Sports betting king Walters resurfaces in insightful pre-Super Bowl interview

Thursday, February 17, 2022 12:38 AM
  • John L. Smith, CDC Gaming

Sports betting legend Billy Walters makes headlines wherever he goes. Sometimes it’s on the sports pages, sometimes the news pages.

The controversial gambler and developer, whose prison sentence for insider trading was commuted in the final hours of Donald Trump’s presidency, has kept a low profile in recent months. That changed on Super Bowl Sunday in an interview with Brent Musburger on the VSiN.com sports betting network.

Walters’ welcome-back party began with accolades from top sportsbook-industry professionals Chris Andrews, Nick Bogdanovich, Vinny Magliulo, and Michael “Roxy” Roxborough. When Andrews placed Walters in the company of the great Bob Martin and described him as “the Michael Jordan of sports betting,” he wasn’t overstating it.

With longtime Las Vegas sports-betting insider Jimmy Vaccaro adding his own insights, Musburger landed a major catch that surely turned heads throughout the industry. He didn’t exactly put Walters on the hot seat, but it was a must-see chat for those who follow the remarkable story of sports betting and bookmaking in America.

I am guessing some sports touts who rely on smoke and analytics to cover for their mediocre track records grumbled when Walters parted the curtain on the overuse and lack of understanding of the math and algorithms of the industry. Sports betting has always been a craft riddled with jargon, and you’ll find a gambling expert on every other barstool.

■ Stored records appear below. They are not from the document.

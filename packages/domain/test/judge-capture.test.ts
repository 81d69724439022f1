import type { Capture, MaskRevision } from '@earmark/db';
import { encodeWav } from '@earmark/dsp';
import { describe, expect, it } from 'vitest';
import { judgeCapture } from '../src/judging/judge-capture.js';
import { judgingSettingsFor, settingsToRecord } from '../src/judging/judging-settings.js';

/** judgeCapture reads stimulus, analysis settings and channel map from the revision it judges under. */
const stimulus = { kind: 'sine', sampleRate: 48000, seconds: 0.25, frequency: 997, levelDbfs: -12 };
const sine = (dbfs: number, frames = 12000) => Float64Array.from({ length: frames }, (_, i) => 10 ** (dbfs / 20) * Math.sin((2 * Math.PI * 997 * i) / 48000));
// Channel 0 at −12 dBFS, channel 1 at −30 dBFS: the channel map decides which one is measured.
const bytes = encodeWav([sine(-12), sine(-30)], 48000);

const capture = {
  format: { container: 'wav' },
  sampleRate: 48000,
  channelCount: 2,
  testCase: { key: 'tone', stimulus, analysis: {}, channelMap: [0] },
  target: { key: 'board' },
} as unknown as Capture;

const mask = (channelMap: number[]) =>
  ({ checks: [{ id: 'level', kind: 'level', metric: 'rms-dbfs', min: -20, max: -6 }], settings: { stimulus, analysis: {}, channelMap } }) as unknown as MaskRevision;

describe('judgeCapture', () => {
  it("measures the revision's channel map, not the test case's", () => {
    const underTestCaseMap = judgeCapture(bytes, capture, mask([0]));
    const underRevisionMap = judgeCapture(bytes, capture, mask([1]));
    expect(underTestCaseMap.outcome).toBe('pass');
    expect(underRevisionMap.outcome).toBe('fail');
    expect(underRevisionMap.checks).toHaveLength(1);
    expect(underRevisionMap.checks[0]!.details.channel).toBe(1);
    // The reason gives the margin in the shared formatter's words: a dBFS level's margin is in dB.
    expect(underRevisionMap.reason).toMatch(/^1 of 1 checks failed: level \(margin \u22121[03]\.\d\d dB\)$/);
    // 30 dB quieter: the sine's level on channel 1 (AES17 or plain RMS, the difference is what matters).
    expect(underTestCaseMap.checks[0]!.measured! - underRevisionMap.checks[0]!.measured!).toBeCloseTo(18, 1);
  });

  it("renders the revision's stimulus as the reference, not the test case's", () => {
    const at96k = { ...mask([0]), settings: { stimulus: { ...stimulus, sampleRate: 96000 }, analysis: {}, channelMap: [0] } } as unknown as MaskRevision;
    const judged = judgeCapture(bytes, capture, at96k);
    // The test case's 48 kHz tone would have judged this 48 kHz capture; the revision's 96 kHz one cannot.
    expect(judged.outcome).toBe('error');
    expect(judged.reason).toContain('the capture is sampled at 48000 Hz but the stimulus is rendered at 96000 Hz');
  });

  it('answers error with the reason when no mask is in force', () => {
    const judged = judgeCapture(bytes, capture, null);
    expect(judged).toMatchObject({ outcome: 'error', reason: 'No approved mask is in force for test case tone on target board.', checks: [] });
  });
});

describe('the settings a verdict records', () => {
  it("are the revision's with the schema defaults filled in, or the test case's when there is no mask", () => {
    expect(settingsToRecord(capture.testCase, mask([1]))).toEqual({
      stimulus: { ...stimulus, channels: 1, fadeInSeconds: 0, fadeOutSeconds: 0 },
      analysis: {},
      channelMap: [1],
    });
    expect(judgingSettingsFor(capture.testCase, null).channelMap).toEqual([0]);
  });

  it('are recorded as stored when they no longer fit the schemas (the verdict then says why it is an error)', () => {
    const broken = { ...mask([0]), settings: { stimulus: { kind: 'warble' }, analysis: {}, channelMap: [0] } } as unknown as MaskRevision;
    expect(settingsToRecord(capture.testCase, broken)).toEqual({ stimulus: { kind: 'warble' }, analysis: {}, channelMap: [0] });
    expect(judgeCapture(bytes, capture, broken)).toMatchObject({ outcome: 'error', reason: expect.stringMatching(/^Analysis failed: /) });
  });
});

When Walters talks, people listen. Or at least they should.

After 64 years and “a lot of knots on my head,” he’s risen from humble beginnings in Kentucky through fast-living years in Las Vegas, the Computer Group sports betting investigation and trial, other brushes with law enforcement, success as a golf-course developer, and an insider-trading investigation that landed him behind bars.

It’s little wonder Walters is cooperating on a book about his life and his choice of author and investigative reporter Armen Keteyian was an inspired one. It’s tentatively titled Chicken or Feathers, a feeling that professional gamblers know well about the ups and downs of the action.

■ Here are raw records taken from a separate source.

import { JudgingSettings, MaskDocument, StimulusSpec, defaultPlotSelection } from '@earmark/contracts';
import { encodeWav } from '@earmark/dsp';
import { describe, expect, it } from 'vitest';
import { judge } from '../src/compute/analysis.thread.js';
import type { JudgeOutcome } from '../src/compute/analysis-tasks.js';
import { plotCheckResult } from '../src/plots/plot-view.js';

/**
 * The analysis thread stores the plot the capture page opens on: the worst failing spectral
 * check on its worst channel (contracts `defaultPlotSelection`), not the mask's first envelope.
 */
const FS = 48000;
const spec = StimulusSpec.parse({ kind: 'sine', sampleRate: FS, seconds: 0.2, frequency: 997, levelDbfs: -12 });
const tone = (amplitude: number) => Float64Array.from({ length: 9600 }, (_, i) => amplitude * Math.sin((2 * Math.PI * 997 * i) / FS));
// Channel 1 is 6 dB louder: it alone breaks the tight envelope; the wide one (the mask's first) passes.
const mask = MaskDocument.parse({
  checks: [
    { id: 'peak', kind: 'level', metric: 'peak-dbfs', max: 0 },
    { id: 'env-wide', kind: 'magnitude-envelope', measure: 'level', upper: [{ hz: 100, db: 0 }, { hz: 10000, db: 0 }] },
    { id: 'env-tight', kind: 'magnitude-envelope', measure: 'level', upper: [{ hz: 200, db: -10.5 }, { hz: 5000, db: -10.5 }] },
  ],
});

describe('the default plot the analysis thread draws', () => {
  it('opens on the worst failing spectral check and the channel that set it, as the capture page does', async () => {
    const bytes = encodeWav([tone(0.25), tone(0.5)], FS, { encoding: 'float', bitsPerSample: 32 });
    const settings = JudgingSettings.parse({ stimulus: spec, analysis: {}, channelMap: [0, 1] });
    const answer = (await judge({ bytes, request: { format: { container: 'wav', sampleRate: FS, channels: 2 }, settings, mask }, memoryBudgetMb: 512, plotFor: { captureId: 'c1', maskRevisionId: 'm1' } })) as { ok: true; value: JudgeOutcome };
    const { judgement, plot } = answer.value;
    expect(judgement.outcome).toBe('fail');
    const tight = judgement.checks.find((c) => c.id === 'env-tight')!;
    expect(tight).toMatchObject({ pass: false, details: expect.objectContaining({ channel: 1 }) });

    expect(plot!.identity).toMatchObject({ captureId: 'c1', maskRevisionId: 'm1', checkId: 'env-tight', channel: 1, columns: 1024 });
    const page = defaultPlotSelection({ checks: mask.checks, results: judgement.checks.map((c) => plotCheckResult(c.id, c.pass, c.margin, c.details)), channelMap: [0, 1], channelCount: 2 });
    expect(page).toEqual({ checkId: 'env-tight', channel: 1 });
    const stored = plot!.stored;
    expect('plot' in stored && stored.plot.checkId).toBe('env-tight');
    expect('plot' in stored && stored.plot.failingRegions.length).toBeGreaterThan(0);
  });
});
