export * from './entities/index.js';
export * from './config.js';
export * from './orm.js';
export * from './security/index.js';
export * from './seeders/index.js';
export * from './object-store/index.js';
export * from './jobs/index.js';
export * from './domain/index.js';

Reminiscing about his early breakneck life, Walters laughed and said, “Before I ever came to Las Vegas, I bet on anything that would move and it didn’t make any difference what it was.”

Like all action junkies, he careened from boom to bust many times before focusing on the business end of sports betting. He began to build a network of providers of good information.

“What is gambling?” Walters asked. “What is stock picking? What is anything? It’s all about useful information, and information that is obviously correct. Everybody’s got information. Identifying the correct information is sometimes the most difficult. What made Bob Martin Bob Martin was not that Bob Martin was the smartest guy there was, because he wasn’t. But he knew the smartest people there were. And he had a relationship with them and they all bet him. As a result, Bob ended up with a pretty good opinion on things.”

Not every sportsbook boss has appreciated Walters’ winning ways and gaming regulators became concerned enough about his network of bettors and agents that it disallowed messenger betting. He managed to get around the ban, but the topic provided him with an opportunity to remind his critics:

“This idea that if you’re a bookmaker, and all you’re going to do is book losers and anybody who wins, we’re not doing business with? Imagine what would happen if you took that approach in blackjack or craps or baccarat. Or slot machines. You’d be looking at an empty casino out there, because people are going to win from time to time. If you throw out everyone who wins, you’re not going to have many customers left. The last thing in the world I’ve ever wanted to see is any bookmaker go out of business.”

One of my favorite moments came when he cut through the fog of what often passes for analysis in sports gambling.

“Analytics has been around for a long, long time,” Walters said. “It’s like common sense, so to speak. It’s not so common. Frankly, having somebody who understands risk-reward from a gambler’s standpoint, you may be much better served if they made those types of decisions, and I’m trying to be kind. … Some of the decisions being made today that people are trying to use so-called analytics, they’re unbelievable to me.”

The spread of sports betting is the biggest story in American gaming, about which Walters notes, “I don’t think we’ve scratched the surface for what the opportunity is there.”

That’s hard to believe, but who is going to doubt Billy Walters?